Task directions: The whole set of entries is to be restated word for word.

[Extracted data entries]
....
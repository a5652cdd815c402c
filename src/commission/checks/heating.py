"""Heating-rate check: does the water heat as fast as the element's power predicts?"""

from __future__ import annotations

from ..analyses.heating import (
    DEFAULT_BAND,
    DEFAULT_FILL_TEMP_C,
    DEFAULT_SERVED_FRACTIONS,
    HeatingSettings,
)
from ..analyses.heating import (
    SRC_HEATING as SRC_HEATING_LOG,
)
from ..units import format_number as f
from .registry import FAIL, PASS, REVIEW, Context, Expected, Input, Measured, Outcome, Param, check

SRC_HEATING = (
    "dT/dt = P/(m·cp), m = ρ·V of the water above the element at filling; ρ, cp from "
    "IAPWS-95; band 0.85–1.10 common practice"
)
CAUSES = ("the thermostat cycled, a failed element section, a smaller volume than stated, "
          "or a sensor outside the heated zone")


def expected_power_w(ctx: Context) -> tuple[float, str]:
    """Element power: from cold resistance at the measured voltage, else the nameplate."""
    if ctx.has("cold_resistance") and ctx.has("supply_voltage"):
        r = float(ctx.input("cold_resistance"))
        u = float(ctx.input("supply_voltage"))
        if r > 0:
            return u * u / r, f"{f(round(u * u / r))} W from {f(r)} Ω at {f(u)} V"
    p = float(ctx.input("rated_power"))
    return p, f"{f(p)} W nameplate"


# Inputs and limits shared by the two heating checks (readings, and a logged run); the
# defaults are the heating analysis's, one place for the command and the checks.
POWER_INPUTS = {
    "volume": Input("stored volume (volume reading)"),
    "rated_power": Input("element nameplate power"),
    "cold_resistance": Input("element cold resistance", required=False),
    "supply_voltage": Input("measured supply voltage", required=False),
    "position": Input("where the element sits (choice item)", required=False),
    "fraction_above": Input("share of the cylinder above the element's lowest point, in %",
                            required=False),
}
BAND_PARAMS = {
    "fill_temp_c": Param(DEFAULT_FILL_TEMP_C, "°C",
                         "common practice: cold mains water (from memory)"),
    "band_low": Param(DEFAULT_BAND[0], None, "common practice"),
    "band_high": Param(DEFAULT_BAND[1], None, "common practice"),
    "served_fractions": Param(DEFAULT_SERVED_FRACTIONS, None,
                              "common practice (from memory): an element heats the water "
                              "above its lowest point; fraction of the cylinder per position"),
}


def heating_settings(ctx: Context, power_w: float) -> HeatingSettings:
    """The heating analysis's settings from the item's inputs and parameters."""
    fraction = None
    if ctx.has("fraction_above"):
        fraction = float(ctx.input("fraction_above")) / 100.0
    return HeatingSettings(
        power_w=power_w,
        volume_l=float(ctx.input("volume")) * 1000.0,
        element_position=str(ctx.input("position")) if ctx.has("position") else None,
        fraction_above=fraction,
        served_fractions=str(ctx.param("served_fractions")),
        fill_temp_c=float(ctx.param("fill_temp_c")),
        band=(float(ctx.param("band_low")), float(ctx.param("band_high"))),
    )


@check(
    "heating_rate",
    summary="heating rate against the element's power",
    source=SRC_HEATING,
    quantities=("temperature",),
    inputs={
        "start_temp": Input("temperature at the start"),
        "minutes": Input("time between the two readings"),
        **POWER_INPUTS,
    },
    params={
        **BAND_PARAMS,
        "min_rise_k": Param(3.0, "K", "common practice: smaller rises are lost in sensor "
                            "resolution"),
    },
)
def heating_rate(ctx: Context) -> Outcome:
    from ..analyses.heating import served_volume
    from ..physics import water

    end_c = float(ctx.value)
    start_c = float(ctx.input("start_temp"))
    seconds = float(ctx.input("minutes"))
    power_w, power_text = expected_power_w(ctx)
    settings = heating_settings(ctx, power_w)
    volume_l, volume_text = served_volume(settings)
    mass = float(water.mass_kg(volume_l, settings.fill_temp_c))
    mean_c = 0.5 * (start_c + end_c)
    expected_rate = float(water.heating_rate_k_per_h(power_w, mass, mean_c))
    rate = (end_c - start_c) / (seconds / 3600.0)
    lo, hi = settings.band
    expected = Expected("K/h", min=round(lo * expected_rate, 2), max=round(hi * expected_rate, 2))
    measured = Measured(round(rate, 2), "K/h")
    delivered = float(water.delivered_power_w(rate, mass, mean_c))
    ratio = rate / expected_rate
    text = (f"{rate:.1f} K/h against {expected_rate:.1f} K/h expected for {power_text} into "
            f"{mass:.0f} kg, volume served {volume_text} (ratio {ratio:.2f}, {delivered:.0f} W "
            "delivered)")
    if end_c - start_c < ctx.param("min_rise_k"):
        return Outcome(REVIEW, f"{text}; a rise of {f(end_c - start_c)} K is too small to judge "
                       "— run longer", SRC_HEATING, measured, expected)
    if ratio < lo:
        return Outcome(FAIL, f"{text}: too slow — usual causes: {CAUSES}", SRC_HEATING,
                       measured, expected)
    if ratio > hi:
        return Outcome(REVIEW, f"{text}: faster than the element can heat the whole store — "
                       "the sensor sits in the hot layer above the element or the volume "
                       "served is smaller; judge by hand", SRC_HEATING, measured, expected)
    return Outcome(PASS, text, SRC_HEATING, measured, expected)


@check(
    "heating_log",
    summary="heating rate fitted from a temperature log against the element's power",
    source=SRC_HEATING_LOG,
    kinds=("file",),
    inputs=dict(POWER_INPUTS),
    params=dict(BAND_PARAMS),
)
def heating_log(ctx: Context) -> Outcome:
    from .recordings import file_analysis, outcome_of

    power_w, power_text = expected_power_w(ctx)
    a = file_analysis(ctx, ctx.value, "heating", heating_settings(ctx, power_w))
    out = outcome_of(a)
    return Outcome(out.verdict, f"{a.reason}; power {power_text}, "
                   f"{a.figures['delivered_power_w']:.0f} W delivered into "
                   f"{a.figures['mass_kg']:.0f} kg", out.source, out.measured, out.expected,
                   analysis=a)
....
Response:
repository a5652cdd815c402c
filename src/commission/checks/heating.py
"""Heating-rate check: does the water heat as fast as the element's power predicts?"""

from __future__ import annotations

from ..analyses.heating import (
    DEFAULT_BAND,
    DEFAULT_FILL_TEMP_C,
    DEFAULT_SERVED_FRACTIONS,
    HeatingSettings,
)
from ..analyses.heating import (
    SRC_HEATING as SRC_HEATING_LOG,
)
from ..units import format_number as f
from .registry import FAIL, PASS, REVIEW, Context, Expected, Input, Measured, Outcome, Param, check

SRC_HEATING = (
    "dT/dt = P/(m·cp), m = ρ·V of the water above the element at filling; ρ, cp from "
    "IAPWS-95; band 0.85–1.10 common practice"
)
CAUSES = ("the thermostat cycled, a failed element section, a smaller volume than stated, "
          "or a sensor outside the heated zone")


def expected_power_w(ctx: Context) -> tuple[float, str]:
    """Element power: from cold resistance at the measured voltage, else the nameplate."""
    if ctx.has("cold_resistance") and ctx.has("supply_voltage"):
        r = float(ctx.input("cold_resistance"))
        u = float(ctx.input("supply_voltage"))
        if r > 0:
            return u * u / r, f"{f(round(u * u / r))} W from {f(r)} Ω at {f(u)} V"
    p = float(ctx.input("rated_power"))
    return p, f"{f(p)} W nameplate"


# Inputs and limits shared by the two heating checks (readings, and a logged run); the
# defaults are the heating analysis's, one place for the command and the checks.
POWER_INPUTS = {
    "volume": Input("stored volume (volume reading)"),
    "rated_power": Input("element nameplate power"),
    "cold_resistance": Input("element cold resistance", required=False),
    "supply_voltage": Input("measured supply voltage", required=False),
    "position": Input("where the element sits (choice item)", required=False),
    "fraction_above": Input("share of the cylinder above the element's lowest point, in %",
                            required=False),
}
BAND_PARAMS = {
    "fill_temp_c": Param(DEFAULT_FILL_TEMP_C, "°C",
                         "common practice: cold mains water (from memory)"),
    "band_low": Param(DEFAULT_BAND[0], None, "common practice"),
    "band_high": Param(DEFAULT_BAND[1], None, "common practice"),
    "served_fractions": Param(DEFAULT_SERVED_FRACTIONS, None,
                              "common practice (from memory): an element heats the water "
                              "above its lowest point; fraction of the cylinder per position"),
}


def heating_settings(ctx: Context, power_w: float) -> HeatingSettings:
    """The heating analysis's settings from the item's inputs and parameters."""
    fraction = None
    if ctx.has("fraction_above"):
        fraction = float(ctx.input("fraction_above")) / 100.0
    return HeatingSettings(
        power_w=power_w,
        volume_l=float(ctx.input("volume")) * 1000.0,
        element_position=str(ctx.input("position")) if ctx.has("position") else None,
        fraction_above=fraction,
        served_fractions=str(ctx.param("served_fractions")),
        fill_temp_c=float(ctx.param("fill_temp_c")),
        band=(float(ctx.param("band_low")), float(ctx.param("band_high"))),
    )


@check(
    "heating_rate",
    summary="heating rate against the element's power",
    source=SRC_HEATING,
    quantities=("temperature",),
    inputs={
        "start_temp": Input("temperature at the start"),
        "minutes": Input("time between the two readings"),
        **POWER_INPUTS,
    },
    params={
        **BAND_PARAMS,
        "min_rise_k": Param(3.0, "K", "common practice: smaller rises are lost in sensor "
                            "resolution"),
    },
)
def heating_rate(ctx: Context) -> Outcome:
    from ..analyses.heating import served_volume
    from ..physics import water

    end_c = float(ctx.value)
    start_c = float(ctx.input("start_temp"))
    seconds = float(ctx.input("minutes"))
    power_w, power_text = expected_power_w(ctx)
    settings = heating_settings(ctx, power_w)
    volume_l, volume_text = served_volume(settings)
    mass = float(water.mass_kg(volume_l, settings.fill_temp_c))
    mean_c = 0.5 * (start_c + end_c)
    expected_rate = float(water.heating_rate_k_per_h(power_w, mass, mean_c))
    rate = (end_c - start_c) / (seconds / 3600.0)
    lo, hi = settings.band
    expected = Expected("K/h", min=round(lo * expected_rate, 2), max=round(hi * expected_rate, 2))
    measured = Measured(round(rate, 2), "K/h")
    delivered = float(water.delivered_power_w(rate, mass, mean_c))
    ratio = rate / expected_rate
    text = (f"{rate:.1f} K/h against {expected_rate:.1f} K/h expected for {power_text} into "
            f"{mass:.0f} kg, volume served {volume_text} (ratio {ratio:.2f}, {delivered:.0f} W "
            "delivered)")
    if end_c - start_c < ctx.param("min_rise_k"):
        return Outcome(REVIEW, f"{text}; a rise of {f(end_c - start_c)} K is too small to judge "
                       "— run longer", SRC_HEATING, measured, expected)
    if ratio < lo:
        return Outcome(FAIL, f"{text}: too slow — usual causes: {CAUSES}", SRC_HEATING,
                       measured, expected)
    if ratio > hi:
        return Outcome(REVIEW, f"{text}: faster than the element can heat the whole store — "
                       "the sensor sits in the hot layer above the element or the volume "
                       "served is smaller; judge by hand", SRC_HEATING, measured, expected)
    return Outcome(PASS, text, SRC_HEATING, measured, expected)


@check(
    "heating_log",
    summary="heating rate fitted from a temperature log against the element's power",
    source=SRC_HEATING_LOG,
    kinds=("file",),
    inputs=dict(POWER_INPUTS),
    params=dict(BAND_PARAMS),
)
def heating_log(ctx: Context) -> Outcome:
    from .recordings import file_analysis, outcome_of

    power_w, power_text = expected_power_w(ctx)
    a = file_analysis(ctx, ctx.value, "heating", heating_settings(ctx, power_w))
    out = outcome_of(a)
    return Outcome(out.verdict, f"{a.reason}; power {power_text}, "
                   f"{a.figures['delivered_power_w']:.0f} W delivered into "
                   f"{a.figures['mass_kg']:.0f} kg", out.source, out.measured, out.expected,
                   analysis=a)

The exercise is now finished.